El cura de Yerbas Buenas, Pablo de la Barra, que dirigía las actividades, autorizado por el obispo Roa, se trasladó a Linares (1796) y en 1805 los oficios religiosos empiezan a celebrarse en la humilde construcción. En el terremoto de 1906 quedó bastante deteriorada. Después de importantes refacciones, y cuando el Papa Pío XI creó la Diócesis, el 18 de octubre de 1925, se convirtió en Catedral.

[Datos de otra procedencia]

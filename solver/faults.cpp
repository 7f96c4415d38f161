// SPDX-License-Identifier: Apache-2.0
#include "solver/faults.h"

#include <fmt/format.h>

#include <Eigen/LU>
#include <algorithm>
#include <array>
#include <cmath>
#include <numbers>

#include "solver/fault_loops.h"
#include "solver/state_grid.h"
#include "solver/study.h"

namespace sunder::solver {
namespace {

using models::Circuit;
using models::Conductor;
using models::ConductorSet;
using models::Network;
using models::Source;

ConductorMatrix with_source(ConductorMatrix z, Complex source) {
  z(0, 0) += source;
  z(1, 1) += source;
  z(2, 2) += source;
  return z;
}

// Angle of the source at which |Z_source + rest| is greatest: that of the rest, inside the range.
double blinding_angle(const SourceTerm& term, Complex rest) {
  const double angle = std::abs(rest) > 0 ? std::arg(rest) : term.angle_low;
  return std::clamp(angle, term.angle_low, term.angle_high);
}

}  // namespace

double x_over_r(Complex z) noexcept {
  return z.real() > 0 ? z.imag() / z.real() + 0.0 : std::numeric_limits<double>::infinity();
}

double peak_factor(double x_over_r) noexcept {
  return std::isinf(x_over_r) ? 2.0 : x_over_r <= 0 ? 1.02 : 1.02 + 0.98 * std::exp(-3.0 / x_over_r);
}

FaultCurrent fault_current(const Network& network, const Source& source, const ConductorMatrix& net, ConductorSet have,
                           Condition condition, Fault fault) {
  FaultCurrent result;
  const bool most = condition == Condition::maximum;
  const std::vector<FaultLoops>& all = fault_choices(fault);
  auto solve = [&](const FaultLoops& loops, const ConductorMatrix& z, double volts, bool greatest) {
    return solve_loops(loops, z, volts, 0.0, false, greatest);
  };
  result.possible = std::any_of(all.begin(), all.end(), [&](const FaultLoops& l) { return have.contains(l.needs); });
  if (!result.possible) return result;
  const SourceTerm term = source_term(network, source, condition, fault);
  result.known = term.known;
  result.needs = term.needs;
  if (!term.known) return result;
  result.volts = driving_voltage(network.rules, source, condition, fault);
  const ConductorMatrix rest = net + term.fixed;
  bool first = true;
  for (const FaultLoops& loops : all) {
    if (!have.contains(loops.needs)) continue;
    std::array<double, 2> angles{term.angle_low, term.angle_high};
    if (!most) angles[0] = angles[1] = blinding_angle(term, solve(loops, rest, result.volts, most).loop);
    for (const double angle : angles) {
      const LoopCurrents solved = solve(loops, with_source(rest, std::polar(term.ohms, angle)), result.volts, most);
      // Equal choices: the first in the order of lines, and of its two angles the inductive one, whose
      // X/R belongs to the peak.
      constexpr double kEqual = 1e-9;
      const bool better = most ? solved.amps > result.amps * (1 + kEqual) : solved.amps < result.amps * (1 - kEqual);
      const bool same_but_inductive =
          most && loops.phases == result.phases && solved.amps >= result.amps * (1 - kEqual);
      if (!first && !better && !same_but_inductive) continue;
      first = false;
      result.amps = solved.amps;
      result.loop = solved.loop;
      result.ohms = std::abs(solved.loop);
      result.x_over_r = x_over_r(solved.loop);
      result.phases = loops.phases;
      const Complex inductive =
          solve(loops, with_source(rest, std::polar(term.ohms, term.angle_high)), result.volts, most).loop;
      if (most) result.peak = peak_factor(x_over_r(inductive)) * std::numbers::sqrt2 * solved.amps;
      result.source_ohms =
          std::abs(solve(loops, with_source(term.fixed, std::polar(term.ohms, angle)), result.volts, most).loop);
    }
  }
  return result;
}

Walk walk(const Network& network, const StateTree& tree, Condition condition) {
  Walk result;
  result.boards.assign(network.boards.size(), ConductorMatrix::Zero());
  for (const int b : tree.order) {
    const auto board = static_cast<std::size_t>(b);
    ConductorMatrix& z = result.boards[board];
    const Source& source = network.sources[static_cast<std::size_t>(tree.source_of[board])];
    if (const int f = tree.feeder[board]; f >= 0) {
      const models::Submain& submain = network.submains[static_cast<std::size_t>(f)];
      z = result.boards[static_cast<std::size_t>(submain.from)] +
          run_matrix(network, submain.cable, submain.length.value, submain.in_parallel, false, condition);
    } else if (source.tails.present) {
      const bool pen = source.transformer && source.link_at_board;
      z = run_matrix(network, source.tails.cable, source.tails.length, source.tails.in_parallel, pen, condition);
    }
    // A TT installation's protective conductor starts at its electrode, not at the source.
    if (const int e = network.boards[board].electrode;
        e >= 0 && source.earthing == models::Earthing::TT && tree.electrode[board] == e) {
      z.row(4).setZero();
      z.col(4).setZero();
      z(4, 4) = network.electrodes[static_cast<std::size_t>(e)].resistance;
    }
  }
  return result;
}

ConductorMatrix circuit_matrix(const Network& network, const Circuit& circuit, CircuitEnd end,
                               Condition condition) noexcept {
  const ConductorMatrix whole = run_matrix(network, circuit.cable, circuit.length.value,
                                           circuit.ring ? 1 : circuit.in_parallel, circuit.pen, condition);
  if (!circuit.ring) return whole * end.fraction;
  ConductorMatrix z = whole * (end.fraction * (1.0 - end.fraction));
  if (end.spur >= 0) {
    const double length = circuit.spurs[static_cast<std::size_t>(end.spur)].length;
    z += run_matrix(network, circuit.cable, length, 1, false, condition);
  }
  return z;
}

CircuitEnd spur_end(const Circuit& circuit, int spur) noexcept {
  return {circuit.spurs[static_cast<std::size_t>(spur)].at / circuit.length.value, spur};
}

CircuitEnd worst_end(const Network& network, const Circuit& circuit) noexcept {
  if (!circuit.ring) return {};
  auto loop = [&](CircuitEnd end) {
    const ConductorMatrix z = circuit_matrix(network, circuit, end, Condition::minimum);
    return std::abs(z(0, 0) + (circuit.conductors.has(Conductor::PE) ? z(4, 4) : z(3, 3)));
  };
  CircuitEnd worst{0.5, -1};
  for (int s = 0; s < static_cast<int>(circuit.spurs.size()); ++s) {
    const CircuitEnd end = spur_end(circuit, s);
    if (loop(end) > loop(worst)) worst = end;
  }
  return worst;
}

namespace {

void put(const FaultCurrent& current, FaultRow& row) {
  row.phases = current.phases;
  row.known = current.known;
  row.needs = current.needs;
  row.current = current.known ? current.amps : kNone;
  row.peak = current.known ? current.peak : kNone;
  row.x_over_r = current.known && current.x_over_r >= 0 ? current.x_over_r : kNone;  // none of a capacitive loop
  row.loop_ohms = current.known ? current.ohms : kNone;
  row.driving_volts = current.volts;
}

void add_rows(const Network& network, const Source& source, const ConductorMatrix& net, ConductorSet have,
              Condition condition, FaultRow row, std::vector<FaultRow>& rows) {
  for (const Fault fault : kAllFaults) {
    const FaultCurrent current = fault_current(network, source, net, have, condition, fault);
    if (!current.possible) continue;
    row.fault = fault;
    put(current, row);
    rows.push_back(row);
  }
}

// Every board and circuit end of a state that is solved as a grid.
void add_grid_rows(const Network& network, const StateGrid& grid, const StateTree& tree, Condition condition,
                   std::vector<FaultRow>& rows) {
  FaultRow row;
  row.state = network.states[static_cast<std::size_t>(tree.state)].name;
  row.condition = condition;
  auto add = [&](const std::string& node, const GridPlace& place) {
    row.node = node;
    for (const Fault fault : kAllFaults) {
      const FaultCurrent current = grid.current(place, fault);
      if (!current.possible) continue;
      row.fault = fault;
      put(current, row);
      rows.push_back(row);
    }
  };
  for (std::size_t b = 0; b < network.boards.size(); ++b)
    if (tree.live(static_cast<int>(b))) add(network.boards[b].name, grid.at_board(static_cast<int>(b)));
  for (std::size_t c = 0; c < network.circuits.size(); ++c) {
    const Circuit& circuit = network.circuits[c];
    if (!tree.live(circuit.board)) continue;
    const std::string node = models::address(network, circuit);
    add(node, grid.at_circuit(static_cast<int>(c), worst_end(network, circuit)));
    for (int spur = 0; spur < static_cast<int>(circuit.spurs.size()); ++spur)
      add(fmt::format("{}/spur{}", node, spur + 1), grid.at_circuit(static_cast<int>(c), spur_end(circuit, spur)));
  }
}

}  // namespace

std::vector<FaultRow> solve_faults(const Network& network) {
  std::vector<FaultRow> rows;
  for (std::size_t s = 0; s < network.states.size(); ++s) {
    const StateTree tree = state_tree(network, static_cast<int>(s));
    if (tree.grid) {
      for (const Condition condition : {Condition::maximum, Condition::minimum})
        add_grid_rows(network, StateGrid(network, tree, condition), tree, condition, rows);
      continue;
    }
    for (const Condition condition : {Condition::maximum, Condition::minimum}) {
      const Walk reached = walk(network, tree, condition);
      FaultRow row;
      row.state = network.states[s].name;
      row.condition = condition;
      for (std::size_t b = 0; b < network.boards.size(); ++b) {
        if (!tree.live(static_cast<int>(b))) continue;
        row.node = network.boards[b].name;
        add_rows(network, network.sources[static_cast<std::size_t>(tree.source_of[b])], reached.boards[b],
                 tree.conductors[b], condition, row, rows);
      }
      for (const Circuit& circuit : network.circuits) {
        if (!tree.live(circuit.board)) continue;
        const auto board = static_cast<std::size_t>(circuit.board);
        const Source& source = network.sources[static_cast<std::size_t>(tree.source_of[board])];
        ConductorSet have = circuit.conductors;
        if (!tree.conductors[board].has(Conductor::PE)) have.remove(Conductor::PE);
        auto add = [&](const std::string& node, CircuitEnd end) {
          row.node = node;
          add_rows(network, source, reached.boards[board] + circuit_matrix(network, circuit, end, condition), have,
                   condition, row, rows);
        };
        const std::string node = models::address(network, circuit);
        add(node, worst_end(network, circuit));
        for (int spur = 0; spur < static_cast<int>(circuit.spurs.size()); ++spur)
          add(fmt::format("{}/spur{}", node, spur + 1), spur_end(circuit, spur));
      }
    }
  }
  return rows;
}

}  // namespace sunder::solver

Con el terremoto de 1928, el templo quedó tan deteriorado que hubo que demolerlo. Al primer Obispo, Mons. Miguel León Prado, le correspondió reunir fondos para su reconstrucción. Sólo alcanzó a bendecir la "primera piedra", el 1 de Mayo de 1932. La muerte lo sorprendió el 3 de marzo de 1934.
El siguiente Obispo, Mons. Juan Subercaseaux Errázuriz, apenas llegó a Linares (12 mayo 1935), fue reemprender las obras. En tanto el contratista Gumercindo Córdova y su cuadrilla de obreros despejaban los escombros, el joven Pastor se reunía con los arquitectos Carlos Bresciani y Jorge del Campo Rivera y con su hermano Fray Pedro, para precisar los planos de la nueva Catedral.
Educado en Roma, y queriendo asociar la nueva Iglesia con la Basílica de San Ambrosio de Milán, prefirió el estilo románico. La torre sería una remembranza del campanil de la joya arquitectónica italiana. Febrero de 1936 comienzan aceleradamente los cimientos y el 8 de mayo, Mons. Subercaseaux bendijo los tijerales.
A su regreso de Estados Unidos y Europa, donde consigue valiosos regalos, consagra la Capilla del Recuerdo, ubicada bajo el Altar Mayor, e inaugura el Sepulcro del primer Obispo, Mons. León Prado.
Desde entonces los trabajos son más lentos, porque en abril de 1940 Mons. Subercaseaux es nombrado Arzobispo, en La Serena donde fallece en un trágico accidente.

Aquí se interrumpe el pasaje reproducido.